Until something more solid comes up, the Empok Nor case can't be lightly brushed off.

Timo Saloniemi
 
Well, the known involvement is limited to the Underground "smuggling" the device aboard during construction, at least as theorized by Odo. And this would have been five years after Dukat was seen abusing Bajoran women on the apparently already more or less completed station!

The date in WDTDON is a simple mistake or a retcon. There is no believable argument to make that Odo, who worked on Terok Nor for years, AND Kira, who literally grew up in the resistance, AND the resistance doctor, who was involved in a plot to sabotage the station as it was being built, AND Sisko, who was thoroughly briefed on the station's history by Starfleet intelligence were all wrong on the construction date of the station by five years. Nor is it in any way believable that the station could exist as seen in WDTDON and still be considered under construction five years later. The only logical thing to do is assume that Babel technically should've said '23 years ago' instead of 18, or that WDTDON should've said 2351 instead of 2346, but that everything else is the same.

Being built "at Bajor" is not established in this episode, either. Where Dekon Elig operated is unknown - the only location he's associated with is the decidedly off-Bajor internment camp where he ended up. And when we first hear of Bajoran resistance to Cardassia, this involves expat groups far away from Bajor...

Until something more solid comes up, the Empok Nor case can't be lightly brushed off.

Being built at Bajor is established in this episode. There is no plausible explanation for why any Bajoran would ever be allowed on a Cardassian construction site outside of the Bajoran system, where they were used as a labor force. If the station were constructed elsewhere, the resistance would never have had the chance to place the device 'during construction'.
 
Since we actually saw DS9 in ORBIT of Bajor when the show first started, how can there be any dispute as to where it was built? :confused:
 
Since we actually saw DS9 in ORBIT of Bajor when the show first started, how can there be any dispute as to where it was built? :confused:

Absent any other information, it could theoretically have been towed to Bajor rather than built there. Of course, that would've been a huge waste of time and energy, and, also, the show is very clear that it was actually built there.
 
The date in WDTDON is a simple mistake or a retcon.

Or a dream sequence in which the Orb clouds Kira's judgement in many ways... We have no idea whether any of this stuff ever happened for real. But we can decide it did, and it still doesn't create undue complications.

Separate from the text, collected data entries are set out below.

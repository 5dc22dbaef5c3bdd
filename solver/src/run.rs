//! Executing a plan: the time loop, its guards, and the stopping rule.
//!
//! A run has two phases. While the pulse is on, the sources inject current.
//! After it, the structure rings down freely and the probes are sampled
//! every `decimation` steps; at the planned checks each probe signal goes to
//! harmonic inversion and the poles are merged into modes
//! ([`crate::modes`]). **Stopping rule:** the run stops at the first check
//! whose modes agree with the previous check's — same count, every
//! frequency within 1e-6 relative and every 1/(2Q) = γ/ω within 1e-6 — or
//! when the signals have decayed to round-off (energy below 1e-28 of its
//! peak while the pulse was on), or at the planned maximum length (then
//! the result is flagged as not converged).
//!
//! Guards: every 64 steps the field energy is computed; a non-finite value,
//! or an energy above `growth_limit` times its value when the pulse ended, stops
//! the run with an error naming the order, the step and the ratio. The
//! stepping itself allocates nothing: fields, coefficients, the source table
//! and the probe buffers (with their full capacity) exist before the first
//! step; only the harmonic-inversion checks between chunks allocate.
use crate::coefficients::{Coefficients, SurfaceCorrection};
use crate::consts::MU0;
use crate::error::SolverError;
use crate::excitation::{inject, read};
use crate::fields::Fields;
use crate::fpu::FlushSubnormals;
use crate::harminv::{filter_diagonalisation, FdmOptions};
use crate::kernel::fill_axis;
use crate::modefield::{Accumulator, ModeField};
use crate::modes::{merge, Mode};
use crate::plan::{plan, Problem, RunPlan};
use crate::pml::Pml;
use crate::team::Team;
use lathe_mesh::Component;
use num_complex::Complex64;
use rayon::prelude::*;
use std::sync::atomic::AtomicBool;
use std::time::Instant;

/// Figures of one finished run.
#[derive(Debug, Clone, PartialEq)]
pub struct RunReport {
    /// Azimuthal order.
    pub m: u32,
    /// Radial cells.
    pub nr: usize,
    /// Axial cells.
    pub nz: usize,
    /// Radial step, m.
    pub dr: f64,
    /// Axial step, m.
    pub dz: f64,
    /// Time step, s.
    pub dt: f64,
    /// Stability limit, s.
    pub dt_max: f64,
    /// Rows of the axis rod (E held at r ≤ `axis_rod` Δr; 0 for none; see
    /// [`crate::coefficients::axis_rod_rows`]).
    pub axis_rod: usize,
    /// Time steps taken.
    pub steps: usize,
    /// Cells × steps.
    pub cell_updates: u64,
    /// Time a thread spent on the run (its stretches, summed), harmonic
    /// inversion included, s.
    pub seconds: f64,
    /// Times the run handed its thread to another run and waited for its
    /// turn: 0 when it kept one thread to the end (see
    /// [`crate::RunOptions::stretch_cell_updates`]).
    pub turns: usize,
    /// Probe samples recorded after the pulse.
    pub samples: usize,
    /// Sample spacing, s.
    pub sample_dt: f64,
    /// Harmonic-inversion checks made.
    pub checks: usize,
    /// Whether the stopping rule was met (else the maximum length was hit).
    pub converged: bool,
    /// The curved-surface correction of the off-diagonal permittivity
    /// coupling: `None` when no interface is curved (no coupling), else
    /// whether it was applied or left out, and why (left out, the run's
    /// frequencies converge at first order in the cell, not second).
    pub surface_correction: Option<SurfaceCorrection>,
}

/// The result of one run.
#[derive(Debug, Clone)]
pub struct RunOutput {
    /// Figures.
    pub report: RunReport,
    /// Modes found in the band, by frequency.
    pub modes: Vec<Mode>,
    /// The probe signals (after the pulse), for diagnostics and plots.
    pub signals: Vec<Vec<f64>>,
    /// Fields at the last step (axis values filled in).
    pub fields: Fields,
    /// The field of each mode (same order as `modes`), from a running
    /// transform over the ring-down; `None` where memory did not allow one.
    pub mode_fields: Vec<Option<ModeField>>,
    /// The grid the run was solved on (absorber cells included).
    pub grid: lathe_mesh::Grid,
    /// The walls of the run (absorber thicknesses in cells among them).
    pub walls: crate::boundary::Walls,
}

impl RunOutput {
    /// Mode `index` (in the order of `modes`) with its field, if the run
    /// kept one; `None` when there is no such mode.
    pub fn mode_with_field(&self, index: usize) -> Option<(&Mode, Option<&ModeField>)> {
        let mode = self.modes.get(index)?;
        let field = self.mode_fields.get(index).and_then(|f| f.as_ref());
        Some((mode, field))
    }
}

/// Plans and runs every order of `ms` in parallel (rayon), and labels the
/// modes ([`label_runs`]). Each run is sequential and self-contained, so
/// results are identical for any number of threads; the first failing order
/// (in the order of `ms`) is returned.
pub fn solve(problem: &Problem, ms: &[u32]) -> Result<Vec<RunOutput>, SolverError> {
    solve_with(problem, ms, &Silent)
}

/// [`solve`] reporting progress: every plan is made first (so a plan that
/// cannot run fails before anything steps), then the runs step.
pub fn solve_with(
    problem: &Problem,
    ms: &[u32],
    progress: &dyn Progress,
) -> Result<Vec<RunOutput>, SolverError> {
    let mut all = solve_each_with(&[problem], ms, progress)?;
    let mut runs = all.pop().expect("one problem");
    label_runs(&mut runs.iter_mut().collect::<Vec<_>>());
    Ok(runs)
}

/// Plans and runs every order of `ms` of each of `problems` (e.g. the two
/// symmetry halves of one structure) together, all runs sharing the pool
/// (longest first; with more runs than threads, the threads take turns on
/// them, [`runs_under_way`] at a time), and returns each problem's runs in
/// the order of `ms`, unlabelled. The first failing plan or run (problems in order, then
/// orders) is returned.
pub fn solve_each_with(
    problems: &[&Problem],
    ms: &[u32],
    progress: &dyn Progress,
) -> Result<Vec<Vec<RunOutput>>, SolverError> {
    // Plans and runs start in the default floating-point mode (gradual
    // underflow) whichever thread takes them: a thread that takes one while
    // it waits inside another run's harmonic inversion is in that run's
    // flush-to-zero mode, and the bits must not depend on who takes the
    // work. Each run then sets flush-to-zero for its own stepping.
    let jobs: Vec<(usize, u32)> = (0..problems.len())
        .flat_map(|p| ms.iter().map(move |&m| (p, m)))
        .collect();
    let plans: Vec<Result<RunPlan, SolverError>> = jobs
        .par_iter()
        .map(|&(p, m)| crate::fpu::with_gradual_underflow(|| plan(problems[p], m)))
        .collect();
    // In order, so that the error reported is the first, whichever thread
    // finished first.
    let plans: Vec<RunPlan> = plans.into_iter().collect::<Result<_, _>>()?;
    let runs: Vec<(&Problem, &RunPlan)> = jobs
        .iter()
        .zip(&plans)
        .map(|(&(p, _), plan)| (problems[p], plan))
        .collect();
    let mut done = run_all(&runs, progress).into_iter();
    let mut out = Vec::with_capacity(problems.len());
    for _ in problems {
        out.push(
            done.by_ref()
                .take(ms.len())
                .collect::<Result<Vec<_>, _>>()?,
        );
    }
    Ok(out)
}

/// How many of `runs` runs [`solve_each_with`] has under way at once in the
/// current rayon pool (stepping, or waiting for their turn): one more than
/// the threads when there are more runs than threads, and one on a single
/// thread (handing one thread round would only reload its caches). Each
/// holds its arrays meanwhile, so memory caps divide by this.
pub fn runs_under_way(runs: usize) -> usize {
    let threads = rayon::current_num_threads();
    let live = if threads > 1 { threads + 1 } else { 1 };
    live.min(runs).max(1)
}
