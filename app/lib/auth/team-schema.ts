import { z } from "zod";
import { toSingleLine } from "~/lib/format/clean-text";
import { formId } from "~/lib/format/form-fields";
import { STAFF_ROLES } from "~/db/enums";

const role = z.enum(STAFF_ROLES, { error: "Role must be owner, estimator or crew." });
const userId = formId("Choose a team member.");

/** The team page's forms, told apart by `intent`. */
export const teamActionSchema = z.discriminatedUnion(
  "intent",
  [
    z.object({
      intent: z.literal("invite"),
      name: z
        .string()
        .overwrite(toSingleLine)
        .trim()
        .min(2, "Name must be 2 to 80 characters.")
        .max(80, "Name must be 2 to 80 characters."),
      email: z
        .string()
        .trim()
        .toLowerCase()
        .pipe(
          z
            .email("Enter an e-mail address like someone@example.com.")
            .max(254, "E-mail must be at most 254 characters."),
        ),
      role,
    }),
    z.object({ intent: z.literal("role"), userId, role }),
    z.object({ intent: z.literal("deactivate"), userId }),
    z.object({ intent: z.literal("reactivate"), userId }),
  ],
  { error: "Unknown action: the form must say what it does (invite, role, deactivate or reactivate)." },
);

export type TeamAction = z.output<typeof teamActionSchema>;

There is no believable argument to make that Odo, who worked on Terok Nor for years, AND Kira, who literally grew up in the resistance, AND the resistance doctor, who was involved in a plot to sabotage the station as it was being built, AND Sisko, who was thoroughly briefed on the station's history by Starfleet intelligence were all wrong on the construction date of the station by five years.

Oh, it's simple to say that the construction took the better part of a decade and was "new and approaching completion" in "Wrongs Darker" as stated and still ongoing during Dekon's sabotage as stated - this covers all of the above with no contradiction.

It's just that the whole idea is in contradiction of Empok Nor, so I don't want to think this would support the idea of Bajoran slave labor being involved in the construction. Again, we saw the place and the time, and again, we saw no slavery involved (save for the sexual sort, and that's a separate argument).

Nor is it in any way believable that the station could exist as seen in WDTDON and still be considered under construction five years later.

What do you mean? Surely the station could remain under construction for its entire existence - it's just that Terok Nor apparently did not, and also apparently there was no second or third spree of construction that would require closer defining from Odo here. This is highly atypical for an industrial plant, mind you, but perhaps Cardassia didn't consider Terok Nor much of a priority and never got around to constructing more stuff inside the shell we saw.

The only logical thing to do is assume that Babel technically should've said '23 years ago' instead of 18, or that WDTDON should've said 2351 instead of 2346, but that everything else is the same.

This whole controversy is a bit muddy to begin with. The 2346 date is based on Kira Nerys thinking her mother died when Nerys was three; in fact, if the episode is to be believed, Meru left for the station as described in the events when Nerys was three. But we don't know when Nerys was born! Making her five years younger would alter nothing. And all the other references to passage of time in the episode are vague and secondary to Nerys' conviction that she was three at the time.

Being built at Bajor is established in this episode.

Only the completion of the construction. And with no evidence of slave labor. (Or of construction, for that matter, save for the pimp Basso's statement that the place is nearing completion.)

There is no plausible explanation for why any Bajoran would ever be allowed on a Cardassian construction site outside of the Bajoran system

Why would Dekon Elig need to be "allowed" there? He was up to no good - it wouldn't matter whether he looked like a Bajoran or a Wookie.

where they were used as a labor force.

Some of them on Bajor were, while others just lived their own lives, and yet others vied for Cardassian favors. Conversely, there's no indication they weren't being used as a labor force everywhere within Cardassia's reach. And no indication they were being used as a labor force to construct Terok Nor.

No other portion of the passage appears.